Member of the Alabama Senate from the 26th district
- In office November 9, 1983 – November 6, 2002
- Preceded by: Don Harrison
- Succeeded by: Quinton Ross

Member of the Alabama House of Representatives from the 77th district
- In office November 8, 1978 – November 9, 1983
- Preceded by: Rufus Lewis
- Succeeded by: John Buskey

Personal details
- Born: December 9, 1922 Montgomery, Alabama
- Died: February 11, 2007 (aged 84) Montgomery, Alabama
- Party: Democratic
- Alma mater: Tennessee State University
- Profession: Attorney

= Charles Langford =

American politician (1922–2007)

Charles Douglas Langford (December 9, 1922 – February 11, 2007) was an Alabama state senator who represented Rosa Parks in the famous civil rights case of the 1960s. Attorney Langford served in the Alabama Legislature as a State Representative, District 77, Montgomery County, from 1976 to 1983, and as a State Senator, District 26, Montgomery County, from 1983 to 2002. He was the sixth child of Nathan G. and Lucy Brown Langford. Mr.

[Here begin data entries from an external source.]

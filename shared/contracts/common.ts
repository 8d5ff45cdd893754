import { z } from 'zod';

export const idSchema = z.uuid({ error: 'An identifier is a UUID.' });
export const instantSchema = z.iso.datetime({ offset: true });
export const daySchema = z.iso.date({ error: 'A date is written yyyy-mm-dd.' });
export const colourSchema = z.string().regex(/^#[0-9a-fA-F]{6}$/, 'A colour is written #rrggbb.');
export const emailSchema = z
  .string()
  .trim()
  .toLowerCase()
  .max(254)
  .pipe(z.email({ error: 'This is not an e-mail address.' }));

/** A person, as others in the project see them. */
export const personSchema = z.object({ id: idSchema, name: z.string() });
export type Person = z.infer<typeof personSchema>;

export const emptySchema = z.object({}).strict();
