import { z } from 'zod';

/** [longitude, latitude] in degrees on WGS84, as RFC 7946 orders them. */
export const positionSchema = z.tuple([z.number().min(-180).max(180), z.number().min(-90).max(90)]);
export const ringSchema = z
  .array(positionSchema)
  .min(4, 'A ring has at least four positions, the last equal to the first.')
  .max(20_000);
export const polygonSchema = z.object({ type: z.literal('Polygon'), coordinates: z.array(ringSchema).min(1).max(200) });
export const multiPolygonSchema = z.object({
  type: z.literal('MultiPolygon'),
  coordinates: z.array(z.array(ringSchema).min(1).max(200)).min(1).max(2_000),
});
export const arealGeometrySchema = z.discriminatedUnion('type', [polygonSchema, multiPolygonSchema]);
export type Position = z.infer<typeof positionSchema>;
export type Polygon = z.infer<typeof polygonSchema>;
export type MultiPolygon = z.infer<typeof multiPolygonSchema>;
export type ArealGeometry = z.infer<typeof arealGeometrySchema>;

/** West, south, east, north in degrees on WGS84. */
export const boundsSchema = z.tuple([z.number(), z.number(), z.number(), z.number()]);
export type Bounds = z.infer<typeof boundsSchema>;
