import { z } from 'zod';

/** RFC 9457 problem document; `found`, `wanted` and `advice` say what was found, what is wanted, what to do. */
export const problemSchema = z.object({
  type: z.string(),
  title: z.string(),
  status: z.number().int(),
  code: z.string(),
  detail: z.string().optional(),
  found: z.string().optional(),
  wanted: z.string().optional(),
  advice: z.string().optional(),
  /** Field errors of a rejected body or query: path joined by dots. */
  errors: z.array(z.object({ path: z.string(), message: z.string() })).optional(),
  /** With 409: the version that stands on the server. */
  current: z.unknown().optional(),
  /** With a refused drawing: the place it is about, longitude and latitude. */
  at: z.tuple([z.number(), z.number()]).optional(),
  retryAfterSeconds: z.number().optional(),
});
export type Problem = z.infer<typeof problemSchema>;
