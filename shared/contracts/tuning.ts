import { z } from 'zod';
import { idSchema, instantSchema, personSchema } from './common.ts';
import { jobSchema } from './job.ts';
import { classifierSchema, recipeSchema } from './run.ts';
import { lineSchema } from './text.ts';

export const MAX_TRIALS = 60;
/** Values a setting of the classifier is to take; null stands for the setting's own "automatic". */
export const tuningRangeSchema = z
  .object({
    parameter: z.string().regex(/^[a-zA-Z]{1,40}$/, 'Name a setting of the classifier.'),
    values: z
      .array(z.union([z.number(), z.string().max(40), z.boolean(), z.null()]))
      .min(1, 'Give at least one value.')
      .max(20, 'At most 20 values.'),
  })
  .strict();

export const tuningPlanSchema = z
  .object({
    /** All combinations, or so many of them drawn by the seed. */
    method: z.enum(['grid', 'random']).default('grid'),
    /** Combinations drawn; only for `random`. */
    nTrials: z.number().int().min(2, 'At least two trials.').max(MAX_TRIALS).default(20),
    folds: z.number().int().min(2, 'At least two folds.').max(10, 'At most ten folds.').default(5),
    /** Side of the spatial blocks that stay together in one fold, metres on the ground. */
    blockMeters: z.number().min(1, 'At least 1 m.').max(1_000_000).default(1_000),
    seed: z.number().int().min(0).max(4_294_967_295).default(1),
    ranges: z.array(tuningRangeSchema).min(1, 'Choose at least one setting to vary.').max(6),
  })
  .strict();
export type TuningPlan = z.infer<typeof tuningPlanSchema>;
export const startTuningSchema = z
  .object({ name: lineSchema(120).default(''), recipe: recipeSchema, plan: tuningPlanSchema })
  .strict();
export type StartTuning = z.input<typeof startTuningSchema>;

export const tuningTrialSchema = z.object({
  number: z.number().int(),
  classifier: classifierSchema,
  /** Values of the settings that were varied, in the order of the plan's ranges. */
  values: z.array(z.union([z.number(), z.string(), z.boolean(), z.null()])),
  /** Share of a fold's pixels given their class, one a fold; null where the fold could not be judged. */
  foldAccuracies: z.array(z.number().nullable()),
  meanAccuracy: z.number().nullable(),
  /** Standard deviation over the folds (n − 1). */
  spread: z.number().nullable(),
  /** Mean over the classes of the share of their pixels found, all folds together. */
  meanProducersAccuracy: z.number().nullable(),
  seconds: z.number(),
  error: z.string().nullable(),
});
export type TuningTrial = z.infer<typeof tuningTrialSchema>;
export const tuningSchema = z.object({
  id: idSchema,
  projectId: idSchema,
  name: z.string(),
  recipe: recipeSchema,
  plan: tuningPlanSchema,
  job: jobSchema.nullable(),
  trials: z.array(tuningTrialSchema),
  /** Number of the trial with the greatest mean accuracy; the first of equals. Null while there is none. */
  bestTrial: z.number().int().nullable(),
  nTrainingPolygons: z.number().int(),
  notes: z.array(z.string()),
  startedBy: personSchema.nullable(),
  createdAt: instantSchema,
  abilities: z.object({ cancel: z.boolean(), delete: z.boolean() }),
});
export type Tuning = z.infer<typeof tuningSchema>;
export const tuningListSchema = z.object({ tunings: z.array(tuningSchema) });
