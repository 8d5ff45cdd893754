import { z } from 'zod';
import { idSchema } from './common.ts';

export const runComparisonQuerySchema = z.object({ first: idSchema, second: idSchema });

/** McNemar's test on units both maps were judged by; null figures where the maps are right at the same units. */
const mcNemarSchema = z.object({
  n: z.number().int(),
  bothRight: z.number().int(),
  onlyFirstRight: z.number().int(),
  onlySecondRight: z.number().int(),
  bothWrong: z.number().int(),
  chiSquare: z.number().nullable(),
  /** The p to quote: exact under 25 discordant units, from chi-square above. */
  pValue: z.number().nullable(),
  quoted: z.enum(['exact', 'chi-square']).nullable(),
});
export type RunMcNemar = z.infer<typeof mcNemarSchema>;

const comparedRunSchema = z.object({
  id: idSchema,
  number: z.number().int(),
  name: z.string(),
  sceneName: z.string(),
  acquiredOn: z.string().nullable(),
});

export const runComparisonSchema = z.object({
  first: comparedRunSchema,
  second: comparedRunSchema,
  /** Maps of one scene differ by their making; maps of different scenes also by what changed on the ground. */
  isOneScene: z.boolean(),
  /** Classes of either run, those of the first in its order; null stands for what a map leaves out. */
  classes: z.array(z.object({ id: idSchema, name: z.string(), colour: z.string() })),
  /** Only pairs that occur, most pixels first. */
  transitions: z.array(
    z.object({
      fromClassId: idSchema.nullable(),
      toClassId: idSchema.nullable(),
      pixels: z.number().int(),
      areaHa: z.number(),
    }),
  ),
  /** Share of the area mapped by both that has one class on both; null where nothing is. */
  agreeingShare: z.number().nullable(),
  /** On samples held out from both runs; null where there are none. */
  heldOut: z.object({ polygons: z.number().int(), byPixel: mcNemarSchema, byPolygon: mcNemarSchema }).nullable(),
  cautions: z.array(z.string()),
});
export type RunComparison = z.infer<typeof runComparisonSchema>;
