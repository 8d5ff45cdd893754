import { z } from 'zod';
import { PROJECT_ROLES } from '../constants/roles.ts';
import { emailSchema, idSchema, instantSchema, personSchema } from './common.ts';
import { arealGeometrySchema, boundsSchema, studyAreaSchema } from './geometry.ts';
import { lineSchema, textSchema } from './text.ts';

export const projectRoleSchema = z.enum(PROJECT_ROLES);

/** What the viewer may do here, decided on the server; the client never derives it again. */
export const projectAbilitiesSchema = z.object({
  manageProject: z.boolean(),
  manageMembers: z.boolean(),
  readScenes: z.boolean(),
  manageScenes: z.boolean(),
  readClasses: z.boolean(),
  manageClasses: z.boolean(),
  readSamples: z.boolean(),
  drawSamples: z.boolean(),
  readRuns: z.boolean(),
  startRuns: z.boolean(),
  readAccuracy: z.boolean(),
});
export type ProjectAbilities = z.infer<typeof projectAbilitiesSchema>;

export const stageStateSchema = z.enum(['empty', 'part', 'done']);
export const stageSchema = z.object({
  id: z.enum(['overview', 'scenes', 'classes', 'samples', 'runs', 'accuracy', 'handover']),
  state: stageStateSchema,
  count: z.number().int().nullable(),
});
export type Stage = z.infer<typeof stageSchema>;

export const projectSummarySchema = z.object({
  id: idSchema,
  name: z.string(),
  client: z.string(),
  description: z.string(),
  roles: z.array(projectRoleSchema),
  createdAt: instantSchema,
  updatedAt: instantSchema,
});
export type ProjectSummary = z.infer<typeof projectSummarySchema>;
export const projectListSchema = z.object({ projects: z.array(projectSummarySchema) });

export const projectSchema = projectSummarySchema.extend({
  studyArea: arealGeometrySchema.nullable(),
  studyAreaBounds: boundsSchema.nullable(),
  targetOverallAccuracy: z.number().min(0).max(1).nullable(),
  targetSamplesPerClass: z.number().int().min(1).nullable(),
  stages: z.array(stageSchema),
  abilities: projectAbilitiesSchema,
  version: z.number().int(),
});
export type Project = z.infer<typeof projectSchema>;

export const createProjectSchema = z
  .object({
    name: lineSchema(120).min(1, 'Give the project a name.'),
    client: lineSchema(160).default(''),
    description: textSchema(4_000).default(''),
  })
  .strict();
export type CreateProject = z.input<typeof createProjectSchema>;

export const updateProjectSchema = z
  .object({
    version: z.number().int(),
    name: lineSchema(120).min(1, 'Give the project a name.').optional(),
    client: lineSchema(160).optional(),
    description: textSchema(4_000).optional(),
    targetOverallAccuracy: z.number().min(0).max(1).nullable().optional(),
    targetSamplesPerClass: z.number().int().min(1).max(100_000).nullable().optional(),
  })
  .strict();

/** The name typed again, as a guard against loss. */
export const deleteProjectSchema = z.object({ confirmName: z.string() }).strict();

export const setStudyAreaSchema = z
  .object({ geometry: studyAreaSchema.nullable(), version: z.number().int() })
  .strict();

export const memberSchema = z.object({
  id: idSchema,
  person: personSchema,
  email: z.string(),
  roles: z.array(projectRoleSchema),
  invited: z.boolean(),
  sampleCount: z.number().int(),
  addedAt: instantSchema,
});
export type Member = z.infer<typeof memberSchema>;
export const memberListSchema = z.object({ members: z.array(memberSchema) });
export const addMemberSchema = z
  .object({ email: emailSchema, roles: z.array(projectRoleSchema).min(1, 'Choose at least one role.').max(5) })
  .strict();
export const addMemberResultSchema = z.object({
  member: memberSchema,
  mailed: z.boolean(),
  link: z.string().nullable(),
});
export const updateMemberSchema = z
  .object({ roles: z.array(projectRoleSchema).min(1, 'Choose at least one role.').max(5) })
  .strict();

/** One line of recent activity. */
export const activitySchema = z.object({
  id: z.string(),
  at: instantSchema,
  who: z.string().nullable(),
  text: z.string(),
  path: z.string().nullable(),
});
export const overviewSchema = z.object({
  waiting: z.array(z.object({ text: z.string(), path: z.string() })),
  figures: z.object({
    sceneCount: z.number().int(),
    sampleCount: z.number().int(),
    samplesPerClass: z.array(
      z.object({
        classId: idSchema,
        name: z.string(),
        colour: z.string(),
        code: z.number().int(),
        samples: z.number().int(),
        pixels: z.number().int(),
      }),
    ),
    bestRun: z
      .object({
        id: idSchema,
        number: z.number().int(),
        overallAccuracy: z.number().nullable(),
        low: z.number().nullable(),
        high: z.number().nullable(),
      })
      .nullable(),
  }),
  activity: z.array(activitySchema),
});
export type Overview = z.infer<typeof overviewSchema>;
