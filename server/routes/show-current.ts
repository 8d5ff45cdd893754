import { Conflict } from '../errors.ts';

/** Runs a change; when it meets a newer version, the conflict carries that version as `current` shows it. */
export async function showCurrent<T>(change: () => Promise<T>, current: () => Promise<unknown>): Promise<T> {
  try {
    return await change();
  } catch (error) {
    if (!(error instanceof Conflict) || error.code !== 'stale-version') throw error;
    throw new Conflict(error.message, { ...error.detail, current: await current() }, error.code);
  }
}
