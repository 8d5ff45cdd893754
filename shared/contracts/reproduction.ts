import { z } from 'zod';
import { idSchema, instantSchema, personSchema } from './common.ts';
import { jobSchema } from './job.ts';

/** `same`: every map compared is equal to the byte; `impossible`: an input is gone or changed. */
export const reproductionVerdictSchema = z.enum(['same', 'different', 'impossible']);
export type ReproductionVerdict = z.infer<typeof reproductionVerdictSchema>;
export const reproductionCheckSchema = z.object({
  /** Which map: "Class map of the classifier". */
  what: z.string(),
  expectedSha256: z.string(),
  foundSha256: z.string(),
});
export type ReproductionCheck = z.infer<typeof reproductionCheckSchema>;
export const reproductionSchema = z.object({
  id: idSchema,
  runId: idSchema,
  /** Null when it was made by a command on the server. */
  job: jobSchema.nullable(),
  verdict: reproductionVerdictSchema.nullable(),
  checks: z.array(reproductionCheckSchema),
  missing: z.array(z.string()),
  /** Threads that made it. */
  threads: z.number().int(),
  seconds: z.number().nullable(),
  askedBy: personSchema.nullable(),
  createdAt: instantSchema,
});
export type Reproduction = z.infer<typeof reproductionSchema>;
export const reproductionListSchema = z.object({
  reproductions: z.array(reproductionSchema),
  abilities: z.object({ reproduce: z.boolean() }),
});
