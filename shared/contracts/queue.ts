import { z } from 'zod';
import { idSchema, instantSchema } from './common.ts';
import { jobKindSchema, jobPrioritySchema } from './job.ts';

export const jobLogLevelSchema = z.enum(['info', 'warning', 'error']);
export type JobLogLevel = z.infer<typeof jobLogLevelSchema>;
export const jobLogSchema = z.object({
  entries: z.array(z.object({ at: instantSchema, level: jobLogLevelSchema, text: z.string() })),
});
export type JobLog = z.infer<typeof jobLogSchema>;

export const setPrioritySchema = z.object({ priority: jobPrioritySchema }).strict();

/** A job that works or waits. Of another project's work only that it is there is told. */
export const queueEntrySchema = z.object({
  /** Null for another project's work. */
  jobId: idSchema.nullable(),
  /** "Run 4 (spring bands)"; "Work of another project". */
  title: z.string(),
  kind: jobKindSchema,
  /** What waits for each other: long work, short work, uploads. */
  lane: z.enum(['long', 'short', 'intake']),
  runId: idSchema.nullable(),
  projectName: z.string().nullable(),
  state: z.enum(['running', 'queued']),
  priority: jobPrioritySchema,
  /** Whether a site administrator gave it its place. */
  isPlaced: z.boolean(),
  /** 1 is next in its lane; null while it works. */
  position: z.number().int().nullable(),
  step: z.string(),
  share: z.number(),
  secondsLeft: z.number().nullable(),
  /** Expected seconds until it starts, from what works and how long such work took before; null where unknown. */
  startsInSeconds: z.number().nullable(),
  queuedAt: instantSchema,
});
export type QueueEntry = z.infer<typeof queueEntrySchema>;
export const queueSchema = z.object({
  entries: z.array(queueEntrySchema),
  /** Long jobs of one project that may work at the same time. */
  projectLimit: z.number().int(),
  abilities: z.object({ prioritise: z.boolean(), cancel: z.boolean() }),
});
export type Queue = z.infer<typeof queueSchema>;
export const orderQueueSchema = z.object({ jobIds: z.array(idSchema).max(500) }).strict();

Langford was one of two black lawyers in Montgomery at this time.

==Early education==

Langford completed two years at Tuskegee Institute before being drafted in the US Army during World War II, where he served overseas as a truck driver in the European Theater Operation. Langford had an honorable discharge from the Army in 1946. Langford earned his law degree at The Catholic University of America. He had earned his undergraduate degree at Tennessee State University in 1948. He was a partner in the law firm of Gray, Langford, Sapp, McGowan, Gray and Nathanson.

==Cases==

Langford was also a lawyer who represented civil rights activist Rosa Parks subsequent to her arrest on December 1, 1955, for refusing to give up her seat to a white man on a Montgomery bus. In 1993, representing a group of black legislators, Langford helped end the flying of a Confederate battle flag from the dome of the State Capitol in Montgomery. In 1964 he represented Arlam Carr in a lawsuit against Montgomery's Board of Education that led to the desegregation of the city's public schools.

==Later life==
In 1953, he was admitted to the Alabama State Bar, and opened his law office on Monroe Street in Montgomery. Langford stayed in Montgomery and continued to represent local African-Americans in civil rights cases. He served five terms in the Senate before retiring in 2002. Survivors include a sister, Mattie Lee Langford. Langford died on February 11, 2007, at his home in Montgomery. He was 84. Langford died in his sleep, his niece Audrey Anderson told The Associated Press.